После станции Сьерра-Бланка поезд еще какое-то время шел вдоль реки, а потом круто заворачивал. Этот поворот Орлов никогда не пропускал, он ждал его, заранее прильнув к окну.
Вот что-то запело под тряским полом вагона, по-новому застучали колеса, и вагон едва заметно накренился. Орлов не сводил глаз с бегущей за окном гибкой линии холмов, то ныряющей вниз, то снова взлетающей. И вот она. Его часовня. Несколько секунд она виднелась над холмами, словно поворачиваясь, поблескивая куполом. Крыша пламенела ярким красным пятном в сером низком небе.
Капитан Орлов перекрестился. Но вдруг рука его замерла, не дойдя до плеча. В последнюю секунду, прежде чем холмы скрыли от него силуэт часовни, он отчетливо увидел рядом с ней двух лошадей…
2. Двое у часовни
Захар сидел на скамеечке под акацией, ожидая, пока Тихомиров закончит молиться. Из-за приоткрытой двери часовни доносилось гнусавое пение. «… И спаси, Блаже, ду-у-ши на-а-а-ши».
— Как только закончим эту канитель, не задержусь в Америке ни на минуту, — сказал Тихомиров, выходя из часовни. — Поезд, пароход, Париж. О, Париж… От одной мысли о нем у меня начинается дрожь во всем теле. Ты любишь Париж, Захар?
— Мне и в Лондоне хорошо было, — уклончиво ответил Захар Гурский.
— Ты говоришь так только потому, что не знаешь Париж, как знаю его я. Да ты, брат, пожалуй, и не бывал на берегах Сены!
Захар бывал. Но счел за лучшее промолчать.
Последний раз он был в Париже аккурат три года назад. Руководитель зарубежной агентуры Петр Иванович Рачковский прекрасно говорил по-французски, обожал французскую кухню, был женат на француженке, дружил с французскими банкирами. Естественно, что он и жил в Париже, хотя считалось, что центр борьбы с эмигрантами должен находиться в Женеве или в Лондоне. Но Петр Иванович избрал Париж. А скоро и домишко приобрел в пригороде французской столицы. В промозглый ноябрьский вечер Захар чуть не простыл, несколько часов простояв на обочине дороги между Парижем и Сен-Клу. Он приехал сюда из Лондона, где погода тоже не сахар. Но почему-то на берегу Темзы его никогда не колотила такая дрожь, как сейчас. Наверно, не только холод был причиной такого озноба. Захар ждал от Рачковского ответа на свое прошение об отставке.
Его сделали агентом еще тогда, когда он заканчивал реальное училище. Смышленого парнишку подвели к группе студентов, которые сеяли смуту на рабочих окраинах. Его отчеты были полны важных подробностей. Захар обладал цепкой памятью и запоминал всё — клички, особые приметы, отношения между участниками кружка… Студенты поручили ему передать забастовщикам кипу газет — и он передал, предварительно встретившись со своим покровителем из жандармского управления. Это был первый подвиг юного революционера: газеты разошлись по цехам. Через неделю бунтовщиков стали хватать по одному — кого дома, кого по дороге к заводу. И наличие антиправительственной прокламации в кармане оказывалось главным основанием для ареста и последующего сурового приговора.

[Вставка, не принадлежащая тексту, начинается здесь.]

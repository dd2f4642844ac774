"""Figures of the report: each function draws one figure and returns its PNG bytes.

matplotlib is imported inside the functions (Agg backend, no display needed), so importing
:mod:`limitlap.figures` or :mod:`limitlap.report` costs nothing until a figure is drawn.
Every figure has a fixed pixel size (:data:`FIGURE_SIZE_PX`); nothing is cropped to fit,
so the size is known before drawing.

Inputs are plain SI arrays and records; the conversion to km/h and g for display happens
here, with the factors of :mod:`limitlap.units`.

Colours: the colour-blind-safe set of Okabe & Ito (2008), the real lap always in
vermillion, the ideal lap always in blue; the map uses a blue-grey-orange diverging scale
whose lightness runs monotonically from each end to the middle, so it also reads in grey
print.

References
----------
.. [1] M. Okabe and K. Ito, "Color Universal Design (CUD): how to make figures and
   presentations that are friendly to colorblind people", J*FLY, 2008.
"""

from __future__ import annotations

import functools
import io
import itertools
import math
import threading

import numpy as np

from limitlap.units import G0_M_S2, KMH_TO_M_S

# Okabe-Ito colours [1].
REAL = "#D55E00"  # vermillion: the driven lap
IDEAL = "#0072B2"  # blue: the ideal lap
BEST = "#009E73"  # bluish green: best of the driver's own laps
UNUSED = "#56B4E9"  # sky blue: grip the lap did not use
ACCENT = "#E69F00"  # orange
INK = "#222222"
GRID = "#d9d9d9"
BAND = "#f2f2f2"

#: Resolution of every figure. [dots per inch]
DPI = 100
#: Pixel size (width, height) of each figure kind, fixed whatever the data.
FIGURE_SIZE_PX = {
    "speed": (1200, 460),
    "delta": (1200, 360),
    "time_left": (1200, 520),
    "map": (1000, 800),
    "gg": (1400, 520),
    "detail": (1200, 640),
    "best": (1200, 520),
    "check": (1200, 420),
    "target_sheet": (1240, 1754),  # A4 portrait at 150 dpi (the sheet is drawn at 150 dpi)
}
#: Resolution of the printable target sheet: A4 = 8.27 x 11.69 in. [dots per inch]
SHEET_DPI = 150


#: Style of every figure, applied only while a figure is built and drawn (the caller's
#: matplotlib settings are left as they were).
_STYLE = {
    "font.size": 11,
    "axes.titlesize": 12,
    "axes.labelsize": 11,
    "axes.edgecolor": "#888888",
    "axes.grid": True,
    "grid.color": GRID,
    "grid.linewidth": 0.6,
    "axes.spines.top": False,
    "axes.spines.right": False,
    "legend.frameon": False,
    "svg.hashsalt": "limitlap",
}


# rcParams are one dict per process: threads (e.g. a Dask worker's) draw one at a time, so
# one figure's style context cannot end while another figure is being drawn.
_STYLE_LOCK = threading.RLock()


def _styled(draw):
    """Run a figure function inside the report's matplotlib style (imported on first use)."""

    @functools.wraps(draw)
    def wrapper(*args, **kwargs):
        import matplotlib

        with _STYLE_LOCK, matplotlib.rc_context(_STYLE):
            return draw(*args, **kwargs)

    return wrapper


def _figure(kind: str, **kwargs):
    """A figure of the kind's fixed size on its own Agg canvas (no pyplot, no GUI state)."""
    from matplotlib.backends.backend_agg import FigureCanvasAgg
    from matplotlib.figure import Figure

    w, h = FIGURE_SIZE_PX[kind]
    dpi = SHEET_DPI if kind == "target_sheet" else DPI
    fig = Figure(figsize=(w / dpi, h / dpi), dpi=dpi, **kwargs)
    FigureCanvasAgg(fig)
    return fig


def _png(fig, kind: str) -> bytes:
    """Render to PNG bytes at the figure's fixed size.

    The figure is opaque, so the PNG holds RGB without the alpha channel, at zlib level 3:
    the same pixels as matplotlib's own RGBA at level 6 in files of about the same size,
    encoded in about half the time.
    """
    from PIL import Image

    dpi = SHEET_DPI if kind == "target_sheet" else DPI
    fig.canvas.draw()
    rgb = np.asarray(fig.canvas.buffer_rgba())[..., :3]
    buf = io.BytesIO()
    Image.fromarray(rgb).save(buf, format="png", compress_level=3, dpi=(dpi, dpi))
    return buf.getvalue()


# Fixed layout (titles too: ``y=1.0`` puts a title where matplotlib's own placement would,
# above an axes without top tick labels, without measuring the axes for it). Every figure has a fixed pixel size and fixed fonts, so its axes sit at
# fixed places (pixel margins below) instead of being fitted by a layout engine, which
# draws the whole figure once more to measure it. The margins hold the tick labels and
# axis labels at the style's font sizes (11 pt = 15 px at 100 dpi); labels whose width
# depends on the data (corner and lap names) are measured first (:func:`_text_width_px`).
_TICK_PX = 10  # tick 3.5 pt + pad 3.5 pt at 100 dpi
_LABEL_PX = 22  # an 11 pt axis label and its 4 pt pad


def _axes_px(fig, left, bottom, width, height, **kwargs):
    """Axes at a fixed place, in pixels from the figure's lower-left corner."""
    w, h = fig.bbox.width, fig.bbox.height
    return fig.add_axes((left / w, bottom / h, width / w, height / h), **kwargs)


def _inset_px(fig, left, right, top, bottom, **kwargs):
    """Axes filling the figure less the given pixel margins."""
    w, h = fig.bbox.width, fig.bbox.height
    return _axes_px(fig, left, bottom, w - left - right, h - top - bottom, **kwargs)


def _text_width_px(fig, texts, fontsize) -> float:
    """Width of the widest text at ``fontsize`` points, measured by the figure's renderer."""
    from matplotlib.font_manager import FontProperties

    renderer = fig.canvas.get_renderer()
    prop = FontProperties(size=fontsize)
    return max(
        (renderer.get_text_width_height_descent(str(t), prop, ismath=False)[0] for t in texts),
        default=0.0,
    )


def _fit_left(fig, axes, pad_px: float = 6.0) -> None:
    """Move the axes' common left edge so the widest y tick label and the y label fit.

    The tick labels are the ones the axis will draw (its locator and formatter on its
    limits), measured as text: no tick artists are made.
    """
    import matplotlib

    width = 0.0
    for ax in axes:
        axis = ax.yaxis
        lo, hi = sorted(axis.get_view_interval())
        tol = 1e-9 * (hi - lo)
        locs = [x for x in axis.get_major_locator()() if lo - tol <= x <= hi + tol]
        labels = axis.get_major_formatter().format_ticks(locs)
        width = max(width, _text_width_px(fig, labels, matplotlib.rcParams["ytick.labelsize"]))
    left = (width + _TICK_PX + _LABEL_PX + pad_px) / fig.bbox.width
    for ax in axes:
        pos = ax.get_position()
        ax.set_position((left, pos.y0, pos.x1 - left, pos.height))


def _fit_names(fig, ax, texts, margin: float) -> None:
    """Widen an equal-aspect map's margins until every name lies inside the axes."""
    renderer = fig.canvas.get_renderer()
    ax.margins(margin)
    for _ in range(3):
        ax.apply_aspect()
        box = ax.get_window_extent(renderer)
        over = 0.0
        for t in texts:
            bb = t.get_window_extent(renderer)
            over = max(over, box.x0 - bb.x0, bb.x1 - box.x1, box.y0 - bb.y0, bb.y1 - box.y1)
        if over <= 0.5:
            return
        # the data span maps to the axes' size less both margins: widen by the overhang
        margin += (over + 4.0) / min(box.width, box.height) * (1.0 + 2.0 * margin)
        ax.margins(margin)


def _kmh(v_m_s):
    return np.asarray(v_m_s, dtype=np.float64) / KMH_TO_M_S


def _corner_bands(ax, corners, *, label_y=None, labels=True):
    """Shade every other corner segment and write each corner's name above its apex."""
    lo_x, hi_x = ax.get_xlim()
    close = 0.025 * (hi_x - lo_x)  # labels nearer than this go up a line
    last_x, raised = -math.inf, False
    for i, c in enumerate(corners):
        start, end = c["start_m"], c["end_m"]
        if i % 2 == 0:
            if end >= start:
                ax.axvspan(start, end, color=BAND, zorder=0, lw=0)
            else:  # the segment runs across the gate: shade both ends of the lap
                lo, hi = ax.get_xlim()
                ax.axvspan(start, max(hi, start), color=BAND, zorder=0, lw=0)
                ax.axvspan(min(lo, end), end, color=BAND, zorder=0, lw=0)
        if labels:
            raised = (c["apex_m"] - last_x < close) and not raised
            last_x = c["apex_m"]
            y = ax.get_ylim()[1] if label_y is None else label_y
            ax.annotate(
                c["name"],
                (c["apex_m"], y),
                xytext=(0, 12 if raised else 2),
                textcoords="offset points",
                ha="center",
                va="bottom",
                fontsize=9,
                color=INK,
                annotation_clip=False,
            )


# --------------------------------------------------------------------------- along the lap


@_styled
def speed_figure(distance_m, speed_real_m_s, speed_ideal_m_s, corners) -> bytes:
    """Speed along the lap, real against ideal, with the corners named at their apexes.

    Parameters
    ----------
    distance_m : array-like
        Stations along the lap from the gate. [m]
    speed_real_m_s, speed_ideal_m_s : array-like
        Driven and ideal speed at the stations. [m/s]
    corners : list of dict
        ``name``, ``start_m``, ``apex_m``, ``end_m`` [m] of each corner segment.

    Returns
    -------
    bytes
        PNG image, ``FIGURE_SIZE_PX["speed"]`` pixels.
    """
    fig = _figure("speed")
    ax = _inset_px(fig, left=66, right=22, top=30, bottom=52)
    s = np.asarray(distance_m, dtype=np.float64)
    ax.plot(s, _kmh(speed_ideal_m_s), color=IDEAL, lw=1.8, label="ideal (your envelope)")
    ax.plot(s, _kmh(speed_real_m_s), color=REAL, lw=1.3, label="your lap")
    top = np.nanmax([np.nanmax(_kmh(speed_ideal_m_s)), np.nanmax(_kmh(speed_real_m_s))])
    ax.set_ylim(0, top * 1.12)
    ax.set_xlim(s[0], s[-1])
    _corner_bands(ax, corners, label_y=top * 1.02)
    ax.set_xlabel("distance from the start/finish gate [m]")
    ax.set_ylabel("speed [km/h]")
    ax.set_title("Speed along the lap", loc="left", y=1.0)
    ax.legend(loc="lower right", ncols=2)
    _fit_left(fig, [ax])
    return _png(fig, "speed")


@_styled
def delta_figure(distance_m, time_delta_s, corners) -> bytes:
    """Time delta along the lap: how far the driven lap is behind the ideal.

    Parameters
    ----------
    distance_m : array-like
        Stations along the lap. [m]
    time_delta_s : array-like
        Elapsed time of the driven lap minus that of the ideal at each station;
        + = behind the ideal. [s]
    corners : list of dict
        Corner segments as for :func:`speed_figure`.

    Returns
    -------
    bytes
        PNG image, ``FIGURE_SIZE_PX["delta"]`` pixels.
    """
    fig = _figure("delta")
    ax = _inset_px(fig, left=78, right=22, top=30, bottom=52)
    s = np.asarray(distance_m, dtype=np.float64)
    d = np.asarray(time_delta_s, dtype=np.float64)
    ax.fill_between(s, 0, d, where=d >= 0, color=REAL, alpha=0.18, lw=0, interpolate=True)
    ax.fill_between(s, 0, d, where=d < 0, color=IDEAL, alpha=0.18, lw=0, interpolate=True)
    ax.plot(s, d, color=REAL, lw=1.5, label="your lap behind the ideal")
    ax.axhline(0.0, color=IDEAL, lw=1.2, label="ideal")
    lo, hi = float(np.nanmin(d)), float(np.nanmax(d))
    span = max(hi - min(lo, 0.0), 1e-3)
    ax.set_ylim(min(lo, 0.0) - 0.05 * span, hi + 0.18 * span)
    ax.set_xlim(s[0], s[-1])
    _corner_bands(ax, corners, label_y=hi + 0.06 * span)
    ax.set_xlabel("distance from the start/finish gate [m]")
    ax.set_ylabel("time delta [s]")
    ax.set_title("Time delta: your lap minus the ideal (rising = losing time)", loc="left", y=1.0)
    ax.legend(loc="lower right")
    _fit_left(fig, [ax])
    return _png(fig, "delta")


@_styled
def curvature_check_figure(
    distance_m, curvature_line_1_m, curvature_ay_1_m, curvature_yaw_1_m, corners, title
) -> bytes:
    """Data check: the rebuilt line's curvature against a_y/v² and yaw rate/v.

    The three are the same quantity measured three ways (κ = a_n/v² = χ̇/v; REFERENCES §3.1
    identities), so they should lie on top of one another; where they part, the line, and
    every result built on it, is less certain there.

    Parameters
    ----------
    distance_m : array-like
        Stations along the lap. [m]
    curvature_line_1_m, curvature_ay_1_m, curvature_yaw_1_m : array-like
        Curvature of the rebuilt line, from lateral acceleration and from yaw rate
        (NaN where a channel is missing or the car is slow). [1/m]
    corners : list of dict
        Corner segments as for :func:`speed_figure`.
    title : str
        Figure title (the agreement figures).

    Returns
    -------
    bytes
        PNG image, ``FIGURE_SIZE_PX["check"]`` pixels.
    """
    fig = _figure("check")
    ax = _inset_px(fig, left=78, right=22, top=30, bottom=52)
    s = np.asarray(distance_m, dtype=np.float64)
    k_line = 1000.0 * np.asarray(curvature_line_1_m, dtype=np.float64)
    ax.plot(s, k_line, color=INK, lw=1.6, label="rebuilt line (GNSS + inertial)")
    for values, colour, label in (
        (curvature_ay_1_m, ACCENT, "a_y / v²"),
        (curvature_yaw_1_m, BEST, "yaw rate / v"),
    ):
        k = 1000.0 * np.asarray(values, dtype=np.float64)
        if np.isfinite(k).any():
            ax.plot(s, k, color=colour, lw=1.0, alpha=0.9, label=label)
    finite = np.concatenate([k_line[np.isfinite(k_line)], [0.0]])
    lo, hi = float(finite.min()), float(finite.max())
    span = max(hi - lo, 1e-3)
    ax.set_ylim(lo - 0.08 * span, hi + 0.2 * span)
    ax.set_xlim(s[0], s[-1])
    _corner_bands(ax, corners, label_y=hi + 0.08 * span)
    ax.set_xlabel("distance from the start/finish gate [m]")
    ax.set_ylabel("curvature [1/km] (+ left)")
    ax.set_title(title, loc="left", y=1.0)
    ax.legend(loc="lower right", ncol=3)
    _fit_left(fig, [ax])
    return _png(fig, "check")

Захар помнил каждый свой ход в этой игре. Его «подвиги» становились все опаснее. Он стал курьером, потом — боевиком. После первого убийства его перебросили сначала в Германию, потом в Англию. Он не боялся крови и спокойно шел на «острые акции». Захар всегда ощущал за спиной незримую поддержку Системы, и верил в свою неуязвимость. Только в последнее время его стало преследовать странное чувство — он уже не понимал, кому служит: Департаменту полиции или террору? Он стал слугой двух господ. Один господин был не лучше другого. И революционеры, и жандармы приказывали ему убивать. Захар знал — рано или поздно за кровь придется отвечать. Раньше-то он об этом не думал, но теперь, когда стукнуло тридцать, пора было перейти к мирной жизни…
Наконец у обочины остановился фиакр, из-за полога показалось раскрасневшееся лицо Петра Ивановича, и Захар забрался в карету, укрывшись воротником от взглядов извозчика. Петр Иванович похвалил его за расторопность, а потом сказал, что его письму не может быть дан ход. Больше того, вопреки установленному порядку, это донесение не было занесено в реестр тайной корреспонденции и по прочтении было немедленно уничтожено. «Надеюсь, ты не в обиде», — добавил Петр Иванович. Захар не обиделся. Бумагу можно сжечь, но, если бы потребовалось, он легко бы восстановил написанное, слово в слово. Даже теперь, спустя три года, он помнил каждую строчку того письма, выстраданного бессонными ночами.